I was thinking 10 to 15 lbs of hay a day total so x 30 days would be 300 to 450 lbs a month so 8 to 10 bales a month, until you have your pasture back.   My husband and I lived in North Carolina for 3 years, Is it possible for you to have pasture most of the winter? You may need another 10 bales.  Just a guess on my part. So maybe 30 bales. 

Her in the Valley in VA, we may have no pasture from beginning of December to  mid or late March, So I figure I need to feed hay for a minimum of 4 months, normally I feed some hay also in NOvember and some hay in April. That is not taking into account any possible dry weather in the summer.


----------



## marlowmanor (Sep 5, 2012)

20kidsonhill said:
			
		

> I was thinking 10 to 15 lbs of hay a day total so x 30 days would be 300 to 450 lbs a month so 8 to 10 bales a month, until you have your pasture back.   My husband and I lived in North Carolina for 3 years, Is it possible for you to have pasture most of the winter? You may need another 10 bales.  Just a guess on my part. So maybe 30 bales.
> 
> Her in the Valley in VA, we may have no pasture from beginning of December to  mid or late March, So I figure I need to feed hay for a minimum of 4 months, normally I feed some hay also in NOvember and some hay in April. That is not taking into account any possible dry weather in the summer.


We don't really have pasture in the first place. They are basically dry lotted right now. We do cut browse for them right now and we do grain them and they have hay available. We do have half a round bale still too for hay. I would think that would equal out the extra we may need. If I can find extra storage I may be able to get DH to buy a couple extra bales of hay later.


----------



## chubbydog811 (Sep 6, 2012)

Our neighbors had 2 Nigerian whethers and 1 pygmy doe on a dry lot situation. Other than occasional grass or tree clippings, all they got was 2 flakes of hay a day and a handful of grain 2ce a day between them. They bought 60 bales to last 1 year (until the next cutting) and that was actually more than enough. The bails we get are around 30-40lbs. 40-50 bales would probably be a better number (averaging in wasted hay, and extra in the winter).


----------



## marlowmanor (Sep 6, 2012)

chubbydog811 said:
			
		

> Our neighbors had 2 Nigerian whethers and 1 pygmy doe on a dry lot situation. Other than occasional grass or tree clippings, all they got was 2 flakes of hay a day and a handful of grain 2ce a day between them. They bought 60 bales to last 1 year (until the next cutting) and that was actually more than enough. The bails we get are around 30-40lbs. 40-50 bales would probably be a better number (averaging in wasted hay, and extra in the winter).

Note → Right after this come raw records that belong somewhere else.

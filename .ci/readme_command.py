"""Print the one command that README.md shows after `<!-- command: NAME -->`, verbatim."""

from __future__ import annotations

import re
import sys
from pathlib import Path


def command(text: str, name: str) -> str:
    """The single line in the fenced block after the mark; SystemExit if it is not that."""
    mark = re.escape(f"<!-- command: {name} -->")
    blocks = re.findall(rf"^{mark}\n+```sh\n(.*?)\n```$", text, flags=re.MULTILINE | re.DOTALL)
    if len(blocks) != 1:
        raise SystemExit(f"README.md: found {len(blocks)} blocks marked {name}; expected one")
    if "\n" in blocks[0]:
        raise SystemExit(f"README.md: the command {name} has several lines; expected one")
    return str(blocks[0])


if __name__ == "__main__":
    print(command(Path(sys.argv[1]).read_text(encoding="utf-8"), sys.argv[2]))
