"""Where a vessel comes to rest: published equilibria, and runs that end there."""

from __future__ import annotations

import dataclasses
import math

import numpy as np
import pytest
from laboratory import experiment, si, step

from meanfree.constants import ATMOSPHERE, R
from meanfree.errors import ComputationError
from meanfree.experiment.equilibrium import equilibrium, ln_K, why_none
from meanfree.experiment.mechanism import GivenEquilibrium
from meanfree.experiment.temperature import Adiabatic
from meanfree.gases.energies import thermochemistry_of
from meanfree.gases.identity import find_gas
from meanfree.integrate.single import integrate


def gas(name):
    found = find_gas(name)
    return dataclasses.replace(found, thermochemistry=thermochemistry_of(found))


@pytest.mark.parametrize(("holds", "published"), [("volume", "0.441260"), ("pressure", "0.508355")])
def test_dinitrogen_tetroxide(holds, published, checked):
    """E03: N2O4 = 2 NO2 at 340 K, K_c 0.1 mol/L (Fogler, 3rd ed., Ex. 3-8), six digits."""
    given = GivenEquilibrium("Kc", si(100.0), si(340.0))
    case = experiment(
        [step("N2O4 -> 2 NO2", 1.0, reverse=given)], {"N2O4": 71.74}, holds=holds, T=340.0
    )
    rest = equilibrium(case)
    assert rest is not None
    ours = 1 - rest.moles["N2O4"] / case.moles["N2O4"]
    name = f"N₂O₄ dissociated at rest, constant {holds}"
    checked(name, ours, published, "", "Fogler, 3rd ed., Ex. 3-8", within=5e-7)
    run = integrate(case)
    assert run.settled_state is not None
    settled = run.settled_state[0] / run.system.initial_x[0]
    assert settled == pytest.approx(rest.moles["N2O4"] / case.moles["N2O4"], rel=1e-8)


def test_hydrogen_iodide():
    """F06: K(H2 + I2 = 2 HI) = 54.4 at 698.6 K (Taylor & Crist 1941, from memory), to 1 %."""
    gases = [gas(name) for name in ("H2", "I2", "HI")]
    formation = step("H2 + I2 -> 2 HI", 1.0, reverse="thermochemistry")
    constant = math.exp(ln_K(formation, {g.name: g for g in gases}, 698.6))
    assert constant == pytest.approx(54.4, rel=0.01)
    case = experiment([formation], {"H2": 1.0, "I2": 0.8}, T=698.6, gases=gases, watch="I2")
    run, rest = integrate(case), equilibrium(case)
    assert rest is not None
    n = rest.moles
    assert n["HI"] ** 2 / n["H2"] / n["I2"] == pytest.approx(constant, rel=1e-10)
    assert run.settled_state is not None
    assert run.settled_state[:3] * case.initial_volume == pytest.approx(
        [n[g.name] for g in gases], rel=1e-8
    )


def two_steps():
    """A + B = 2 C and C + B = D, with K_c that differ by orders of magnitude."""
    first = GivenEquilibrium("Kc", si(40.0), si(300.0))
    second = GivenEquilibrium("Kc", si(0.02), si(300.0))
    return [
        step("A + B -> 2 C", 0.5, reverse=first),
        step("C + B -> D", 2.0, reverse=second),
    ]


@pytest.mark.parametrize("holds", ["volume", "pressure"])
@pytest.mark.parametrize("dead", [None, (2e-4, 250.0)])
def test_runs_end_at_equilibrium(holds, dead):
    case = experiment(
        two_steps(), {"A": 30.0, "B": 50.0, "Ar": 10.0}, holds=holds, dead=dead, until=1e6
    )
    rest, run = equilibrium(case), integrate(case)
    assert rest is not None
    ended = run.amounts(run.end)[:, 0]
    assert ended == pytest.approx([rest.moles[g] for g in run.system.gases], rel=1e-8)
    assert run.pressure(run.end)[0] == pytest.approx(rest.pressure, rel=1e-8)
    assert run.volume(run.end)[0] == pytest.approx(rest.volume, rel=1e-8)
    # and the constants hold there, by hand
    c = dict(zip(run.system.gases, run.concentrations(run.end)[:, 0], strict=True))
    assert c["C"] ** 2 / (c["A"] * c["B"]) == pytest.approx(40.0, rel=1e-7)
    assert c["D"] / (c["C"] * c["B"]) == pytest.approx(0.02, rel=1e-7)


@pytest.mark.parametrize("holds", ["volume", "pressure"])
def test_adiabatic_end(holds):
    """Against an energy balance done by hand, and against the run."""
    gases = [gas(name) for name in ("N2O4", "NO2", "Ar")]
    case = experiment(
        [step("N2O4 -> 2 NO2", 1e3, reverse="thermochemistry")],
        {"N2O4": 10.0, "Ar": 30.0},
        holds=holds,
        temperature=Adiabatic(si(330.0)),
        gases=gases,
        until=1e4,
    )
    rest, run = equilibrium(case), integrate(case)
    assert rest is not None
    assert run.temperature(run.end)[0] == pytest.approx(rest.temperature, rel=1e-8)
    assert run.amounts(run.end)[:, 0] == pytest.approx(
        [rest.moles[g.name] for g in gases], rel=1e-7
    )
    extent = rest.moles["NO2"] / 2

    def energy(T, amounts):
        less = R * T if holds == "volume" else 0.0
        return sum(
            n * (float(g.thermochemistry.enthalpy(T)) - less)
            for g, n in zip(gases, amounts, strict=True)
        )

    start = [case.moles[g.name] for g in gases]
    end = [start[0] - extent, 2 * extent, start[2]]
    # energies of about 1e3 J cancel to the 1e-8 of the root
    assert energy(rest.temperature, end) == pytest.approx(energy(330.0, start), abs=1e-6)
    assert run.invariants.energy is not None
    assert run.invariants.energy < 1e-8


def test_extreme_constants():
    """K of 1e40 leaves a trace that is still right: c_A = c_B/K."""
    given = GivenEquilibrium("Kc", si(1e40), si(300.0))
    rest = equilibrium(experiment([step("A -> B", 1.0, reverse=given)], {"A": 1.0}))
    assert rest is not None
    assert rest.moles["A"] / rest.moles["B"] == pytest.approx(1e-40, rel=1e-9)


def test_stoichiometric_mixture_with_a_large_constant():
    given = GivenEquilibrium("Kc", si(1e30), si(300.0))
    rest = equilibrium(experiment([step("A + B -> C + D", 1.0, reverse=given)], {"A": 1, "B": 1}))
    assert rest is not None
    assert rest.moles["A"] / rest.moles["C"] == pytest.approx(1e-15, rel=1e-9)


def test_given_constants_change_with_temperature_as_van_t_hoff_says():
    """ln Kp(T2)/Kp(T1) = -dH/R (1/T2 - 1/T1), whichever way the constant is given."""
    dH, T1, T2 = 57e3, 300.0, 350.0
    kp = 0.15 * ATMOSPHERE
    for kind, value in (("Kp", kp), ("Kc", kp / (R * T1)), ("K", kp / 1e5)):
        given = GivenEquilibrium(kind, si(value), si(T1), si(dH))
        lnK = ln_K(step("A -> 2 B", 1.0, reverse=given), {}, T2)
        expected = math.log(kp / 1e5) - dH / R * (1 / T2 - 1 / T1)
        assert lnK == pytest.approx(expected, rel=1e-13)


def test_constants_around_a_cycle_must_multiply_to_one():
    def kc(value):
        return GivenEquilibrium("Kc", si(value), si(300.0))

    around = [step("A -> B", 1.0, reverse=kc(2.0)), step("B -> C", 1.0, reverse=kc(3.0))]
    closed = [*around, step("A -> C", 1.0, reverse=kc(6.0))]
    rest = equilibrium(experiment(closed, {"A": 1.0}))
    assert rest is not None
    n = np.array([rest.moles[g] for g in "ABC"])
    assert n / n[0] == pytest.approx([1.0, 2.0, 6.0], rel=1e-10)
    broken = [*around, step("A -> C", 1.0, reverse=kc(7.0))]
    with pytest.raises(ComputationError) as caught:
        equilibrium(experiment(broken, {"A": 1.0}))
    assert str(caught.value) == (
        "equilibrium constants around a cycle contradict each other by 5.1e-02 in ln K"
    )


def test_why_there_is_none():
    given = GivenEquilibrium("Kc", si(1.0), si(300.0))
    one_way = experiment([step("A -> B", 1.0, "there")], {"A": 1.0})
    assert why_none(one_way) == "one-way steps: there"
    assert equilibrium(one_way) is None
    idle = experiment([step("A -> B", 1.0, reverse=given)], {"Ar": 1.0})
    assert why_none(idle) == "no step can run"
    labels = experiment(
        [step("A -> B", 1.0, reverse=given)], {"A": 1.0}, temperature=Adiabatic(si(300.0))
    )
    assert why_none(labels) == "no thermochemistry of A, B"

That is basically exactly what we do here, but we do feed more grain than just a handful. We feed 3 cups (they share it) once a day. I did get permission from my dad to store some hay in his barn loft so I do have extra storage space now. I think we will start with the 20 bales likely and think about getting more in a couple weeks. I will mention these amounts to DH though so he can decided whether to get more hay or not this weekend. We have to consider what we can load up on a truck and trailer too. We have to borrow the truck and trailer too.


----------